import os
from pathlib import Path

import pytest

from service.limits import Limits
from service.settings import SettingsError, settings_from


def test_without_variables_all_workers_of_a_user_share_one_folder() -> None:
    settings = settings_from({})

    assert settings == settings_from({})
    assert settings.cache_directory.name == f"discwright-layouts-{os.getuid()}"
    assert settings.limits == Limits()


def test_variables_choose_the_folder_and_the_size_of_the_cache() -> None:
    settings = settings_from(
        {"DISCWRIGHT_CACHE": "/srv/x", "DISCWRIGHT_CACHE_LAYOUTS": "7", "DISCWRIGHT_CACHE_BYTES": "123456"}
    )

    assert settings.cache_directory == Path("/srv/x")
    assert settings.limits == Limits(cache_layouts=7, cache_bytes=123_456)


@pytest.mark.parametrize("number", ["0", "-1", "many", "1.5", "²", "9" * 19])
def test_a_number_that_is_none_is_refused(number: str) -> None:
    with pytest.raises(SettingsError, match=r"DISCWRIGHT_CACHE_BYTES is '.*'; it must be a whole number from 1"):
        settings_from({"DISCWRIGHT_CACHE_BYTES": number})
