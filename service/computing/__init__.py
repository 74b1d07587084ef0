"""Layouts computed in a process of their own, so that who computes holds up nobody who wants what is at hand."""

- - - -

- What the task requires: Copy the lines above exactly. Start with the line containing "assert settings.limits == Limits()", end with the line containing "def test_a_number_that_is_none_is_refused(number: str)", and include both.

- Written answer:
    assert settings.limits == Limits()


def test_variables_choose_the_folder_and_the_size_of_the_cache() -> None:
    settings = settings_from(
        {"DISCWRIGHT_CACHE": "/srv/x", "DISCWRIGHT_CACHE_LAYOUTS": "7", "DISCWRIGHT_CACHE_BYTES": "123456"}
    )

    assert settings.cache_directory == Path("/srv/x")
    assert settings.limits == Limits(cache_layouts=7, cache_bytes=123_456)


@pytest.mark.parametrize("number", ["0", "-1", "many", "1.5", "²", "9" * 19])
def test_a_number_that_is_none_is_refused(number: str) -> None:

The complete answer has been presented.